TRAP1 downregulation in human ovarian cancer enhances invasion and epithelial-mesenchymal transition.

Ovarian cancer (OC) is the second leading cause of gynecological cancer death worldwide. Although the list of biomarkers is still growing, molecular mechanisms involved in OC development and progression remain elusive. We recently demonstrated that lower expression of the molecular chaperone TRAP1 in OC patients correlates with higher tumor grade and stage, and platinum resistance. Herein we show that TRAP1 is often deleted in high-grade serous OC patients (N=579), and that TRAP1 expression is correlated with the copy number, suggesting this could be one of the driving mechanisms for the loss of TRAP1 expression in OC. At molecular level, downregulation of TRAP1 associates with higher expression of p70S6K, a kinase frequently active in OC with emerging roles in cell migration and tumor metastasis. Indeed, TRAP1 silencing in different OC cells induces upregulation of p70S6K expression and activity, enhancement of cell motility and epithelial-mesenchymal transition (EMT). Consistently, in a large cohort of OC patients, TRAP1 expression is reduced in tumor metastases and directly correlates with the epithelial marker E-Cadherin, whereas it inversely correlates with the transcription factor Slug and the matrix metallopeptidases 2 and 9. Strikingly, pharmacological inhibition of p70S6K reverts the high motility phenotype of TRAP1 knock-down cells.

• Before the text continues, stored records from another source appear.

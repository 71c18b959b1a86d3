"""Former home of layouts 1 and 2 and the envelope: their names, kept for code not yet moved.

New code imports from :mod:`codec.layouts.envelope`, :mod:`codec.layouts.v1`,
:mod:`codec.layouts.v2` and :mod:`codec.layouts.subframes`.  This module only
re-exports them (``parse_frames_v2`` as the former dict) and goes once nothing
imports it.
"""

from __future__ import annotations

from . import v2 as _v2
from .envelope import (
    CRC_BYTES,
    GAP_KIND,
    INNER_KEY_LABEL,
    LONG_LENGTH_BITS,
    SHORT_LENGTH_BITS,
    SYNC,
    FrameKey,
    frame_crc_ok,
    frame_extent,
    frame_extents,
    frames_crc_ok,
    wrap_frames,
)
from .legacy import as_dict
from .subframes import (
    STEP_BITS,
    count_bits,
    read_subheaders,
    size_length_fields,
    subframes_fit,
    write_frame_heads,
    write_subheaders,
)
from .v1 import (
    HEADER_BYTES,
    HEADER_FIELDS,
    LAYOUT_VERSION,
    FrameBatch,
    expected_length,
    index_bits,
    pack_frame_reference,
    pack_frames,
    parse_headers,
    parse_payloads,
    unpack_frame_reference,
)
from .v2 import (
    CONTEXT_WINDOW,
    LAYOUT_VERSION_2,
    FrameBatchV2,
    pack_frames_v2,
    payload_bits_v2,
    rice_parameters,
)

__all__ = [
    "LAYOUT_VERSION", "SYNC", "GAP_KIND", "HEADER_FIELDS", "HEADER_BYTES", "CRC_BYTES",
    "INNER_KEY_LABEL", "FrameBatch", "index_bits", "pack_frames", "parse_headers",
    "parse_payloads", "expected_length", "pack_frame_reference", "unpack_frame_reference",
    "frame_extent", "frame_crc_ok", "FrameKey", "frame_extents", "frames_crc_ok",
    "LAYOUT_VERSION_2", "CONTEXT_WINDOW", "FrameBatchV2", "pack_frames_v2", "parse_frames_v2",
    "payload_bits_v2", "rice_parameters", "wrap_frames", "read_subheaders", "write_subheaders",
    "subframes_fit", "STEP_BITS", "count_bits", "size_length_fields", "write_frame_heads",
    "SHORT_LENGTH_BITS", "LONG_LENGTH_BITS",
]


def parse_frames_v2(data, offsets, lengths, n, channels, has_mean) -> dict:
    """:func:`codec.layouts.v2.parse_frames_v2` as the former dict of arrays."""
    return as_dict(_v2.parse_frames_v2(data, offsets, lengths, n, channels, has_mean))
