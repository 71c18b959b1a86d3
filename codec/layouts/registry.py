"""Frame layouts as registered units: the :class:`Layout` protocol, its values and the registry.

A layout is one object that says how frames of one version number are
written and read; the encoder and the decoder ask it, never the version
number (compare :func:`codec.transform.bases.register_basis`).  The built-in
layouts 1 to 4 live one per module beside this one and register themselves
when first asked for.  Adding a layout is one class and one
:func:`register_layout` call (``DEVELOPERS.md``, "Adding a layout").

Values across the seams are frozen dataclasses: :class:`CodedFrames` (what the
encoder hands a layout), :class:`PackedFrames` (what packing gives back),
:class:`ParseContext` and :class:`ParsedFrames` (what a parser returns).
"""

from __future__ import annotations

import importlib
from collections.abc import Callable, Mapping
from dataclasses import dataclass
from types import MappingProxyType
from typing import Protocol, runtime_checkable

import numpy as np

__all__ = [
    "Layout",
    "LengthField",
    "CodedFrames",
    "PackedFrames",
    "ParseContext",
    "ParsedFrames",
    "Verdicts",
    "register_layout",
    "unregister_layout",
    "layout_for",
    "layouts",
    "length_rules",
]


@dataclass(frozen=True)
class LengthField:
    """Where a layout's frames keep their length (the envelope rule, ``envelope.py``).

    ``kind`` is ``"fixed16"`` (16 bits in bytes 3-4 of the frame, read once
    ``need`` bytes are in) or ``"flagged"`` (long flag at bit 20, then 11 or
    27 bits).  ``min_bytes`` is the shortest frame the layout can produce: a
    shorter claimed length is not a frame.
    """

    kind: str
    min_bytes: int
    need: int = 5


@dataclass(frozen=True)
class CodedFrames:
    """What the encoder hands a layout: one row per time window of one channel.

    Rows are window-major, channel-minor.  Per row: ``channel``, ``sequence``
    (window number in the stream), ``valid`` (real samples of the window),
    ``step_code``, ``mean`` (mean codes, None when the reference is
    ``total``), ``q`` (integer codes, rows of N), ``trellis`` (None, or per
    row whether ``q`` holds levels of dependent quantization), ``groups``
    (None, or the frame group of each row: gap-mask frames carry one window).
    Per stream: the profile's ``profile_id``, frame length ``n``,
    ``channels``, ``basis_code``, ``multi`` (one frame carries every channel
    of a window) and ``windows_per_frame``.
    """

    channel: np.ndarray
    sequence: np.ndarray
    valid: np.ndarray
    step_code: np.ndarray
    mean: np.ndarray | None
    q: np.ndarray
    profile_id: int
    n: int
    channels: int
    basis_code: int
    multi: bool = False
    windows_per_frame: int = 1
    trellis: np.ndarray | None = None
    groups: np.ndarray | None = None


@dataclass(frozen=True)
class PackedFrames:
    """Frames on the wire and the encoder's account of their bits.

    ``data``: the frames back to back.  ``row_bits``: bits of each row of the
    :class:`CodedFrames` (a frame's bits shared by its rows, so they add up to
    the stream).  ``header_bits``: bits of the stream that are not coefficient
    data.  ``row_frame``: the frame (0, 1, ... in stream order) of each row.
    """

    data: bytes
    row_bits: np.ndarray
    header_bits: int
    row_frame: np.ndarray


@dataclass(frozen=True)
class ParseContext:
    """What a parser knows of the profile: frame length, channels, mean, id and basis."""

    n: int
    channels: int
    has_mean: bool
    profile_id: int = 0
    basis_code: int = 0
    basis_name: str = ""


@dataclass(frozen=True)
class ParsedFrames:
    """What a parser returns for CRC-valid frames of its layout.

    Per frame: ``verdict`` (``"ok"`` or the short key of why the frame is
    refused), ``detail`` (the reason in words), ``sequence``, ``valid`` (real
    samples of its last window), ``terms`` (coded terms) and ``step_code``
    (the coarsest step, for the frame table), ``header`` (the layout's own
    header fields by the names of its field table).  Per row (one window of
    one channel): ``row_frame``, ``row_channel``, ``row_offset`` (window
    number minus the frame's), ``row_valid``, ``row_step``, ``row_mean``
    (None without means), ``row_count`` (coded coefficients), ``row_trellis``
    (levels of dependent quantization) and the integer codes ``q``.  Rows of
    refused frames hold whatever was read; the decoder never uses them.
    """

    verdict: tuple[str, ...]
    detail: tuple[str, ...]
    sequence: np.ndarray
    valid: np.ndarray
    terms: np.ndarray
    step_code: np.ndarray
    header: Mapping[str, np.ndarray]
    row_frame: np.ndarray
    row_channel: np.ndarray
    row_offset: np.ndarray
    row_valid: np.ndarray
    row_step: np.ndarray
    row_mean: np.ndarray | None
    row_count: np.ndarray
    row_trellis: np.ndarray
    q: np.ndarray

    def __post_init__(self):
        object.__setattr__(self, "header", MappingProxyType(dict(self.header)))  # read-only


class Verdicts:
    """Per-frame verdicts being built: the first refusal of a frame is the one that stays."""

    def __init__(self, nf: int):
        self.ok = np.ones(nf, dtype=bool)  # mirror of verdict == "ok", for whole-array selection
        self.verdict = ["ok"] * nf
        self.detail = [""] * nf

    def refuse(self, bad: np.ndarray, key: str, words: str | Callable[[int], str],
               idx: np.ndarray | None = None) -> None:
        """Refuse the frames ``idx[bad]`` (all frames when ``idx`` is None) not refused yet."""
        idx = np.arange(self.ok.size) if idx is None else idx
        for f in idx[bad & self.ok[idx]].tolist():  # only the refused frames, usually none
            self.ok[f] = False
            self.verdict[f] = key
            self.detail[f] = words(f) if callable(words) else words


@runtime_checkable
class Layout(Protocol):
    """A frame layout: how frames of one version number are chosen, packed and parsed.

    Attributes
    ----------
    version : int
        The version nibble (1..14; 15 is the gap-mask frame kind).
    sequence_bits : int
        Bits of the sequence field: a frame's window is known modulo 2**bits.
    length_field : LengthField
        The envelope rule for the frame length.
    supports_frame_scope : bool
        Whether several windows share one frame and so one fidelity budget.
    has_trellis : bool
        Whether a frame may carry levels of dependent quantization.
    spends_slack : bool
        Whether the encoder spends each budget's rest by zeroing small codes.
    """

    version: int
    sequence_bits: int
    length_field: LengthField
    supports_frame_scope: bool
    has_trellis: bool
    spends_slack: bool

    def windows_per_frame(self, profile) -> int:
        """Most windows one frame carries under ``profile``."""

    def max_frame_bytes(self, profile) -> int:
        """A bound on the bytes of any frame of this layout under ``profile``."""

    def choose_codes(self, cx: np.ndarray, mean: np.ndarray | None, dc: np.ndarray,
                     budget: np.ndarray, n: int) -> tuple[np.ndarray, np.ndarray]:
        """Per window, the (step code, rounding offset) that meets ``budget`` in fewest bits."""

    def block_offset(self) -> float:
        """Rounding offset of the one-step-per-budget-block choice (frame scope)."""

    def pack(self, coded: CodedFrames, key) -> PackedFrames:
        """Frames of ``coded`` signed with ``key`` (:class:`codec.layouts.envelope.FrameKey`)."""

    def parse(self, data: bytes, offsets: np.ndarray, lengths: np.ndarray,
              ctx: ParseContext) -> ParsedFrames:
        """CRC-valid frames of this layout at ``offsets`` of ``data``; never raises on content."""


_LAYOUTS: dict[int, Layout] = {}
_BUILTIN = (".v1", ".v2", ".v3", ".v4")
#: Versions of the built-in layouts: refused to other modules even before those load.
_RESERVED = range(1, 5)
_state = {"loaded": False, "rules": None}
_KINDS = {"fixed16": 1, "flagged": 2}


def _builtins() -> None:
    if not _state["loaded"]:
        _state["loaded"] = True
        for mod in _BUILTIN:  # each module registers its layout on import
            importlib.import_module(mod, __package__)


def register_layout(layout: Layout) -> Layout:
    """Add ``layout`` under its version number; returns it.

    Raises ValueError for a version outside 1..14, one already taken or
    belonging to a built-in layout, or an unknown length rule.
    """
    if not isinstance(layout, Layout):
        raise TypeError(f"{layout!r} does not have every member of the Layout protocol")
    v = int(layout.version)
    if not 1 <= v <= 14:
        raise ValueError(f"layout version {v} is outside 1..14 (15 is the gap-mask frame)")
    if v in _RESERVED and not type(layout).__module__.startswith(f"{__package__}."):
        raise ValueError(f"layout version {v} belongs to a built-in layout; choose another")
    if v in _LAYOUTS and _LAYOUTS[v] is not layout:
        raise ValueError(f"layout version {v} is already registered")
    from .envelope import EXTENT_BYTES

    lf = layout.length_field
    if lf.kind not in _KINDS or lf.need > EXTENT_BYTES:
        raise ValueError(f"layout {v}: unknown length rule {lf.kind!r} or one reading past "
                         f"{EXTENT_BYTES} bytes")
    _LAYOUTS[v] = layout
    _state["rules"] = None
    return layout


def unregister_layout(version: int) -> None:
    """Remove the layout of ``version`` (tests add and remove toy layouts)."""
    _LAYOUTS.pop(int(version), None)
    _state["rules"] = None


def layout_for(version: int) -> Layout:
    """The registered layout of ``version``; ValueError if there is none."""
    _builtins()
    try:
        return _LAYOUTS[int(version)]
    except KeyError:
        raise ValueError(f"no frame layout has version {version}; registered: "
                         f"{sorted(_LAYOUTS)}") from None


def layouts() -> list[Layout]:
    """Every registered layout, by version number."""
    _builtins()
    return [_LAYOUTS[v] for v in sorted(_LAYOUTS)]


def length_rules() -> tuple[np.ndarray, np.ndarray, np.ndarray]:
    """Per version nibble (16 entries): rule kind (0 none, 1 fixed16, 2 flagged), smallest
    frame length and bytes the rule reads; whole-array tables for the frame search."""
    _builtins()
    if _state["rules"] is None:
        kind, minimum, need = (np.zeros(16, np.int64) for _ in range(3))
        for v, lay in _LAYOUTS.items():
            lf = lay.length_field
            kind[v], minimum[v], need[v] = _KINDS[lf.kind], lf.min_bytes, lf.need
        _state["rules"] = (kind, minimum, need)
    return _state["rules"]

However, although p70S6K inhibition or silencing reduces the expression of the transcription factors Snail and Slug, thus inducing upregulation of E-Cadherin expression, it is unable to revert EMT induced by TRAP1 silencing; furthermore, p70S6K did not show any significant correlation with EMT genes in patients, nor with overall survival or tumor stage, suggesting an independent and predominant role for TRAP1 in OC progression. Altogether, these results may provide novel approaches in OC with reduced TRAP1 expression, which could be resistant to therapeutic strategies based on the inhibition of the p70S6K pathway, with potential future intervention in OC invasion and metastasis.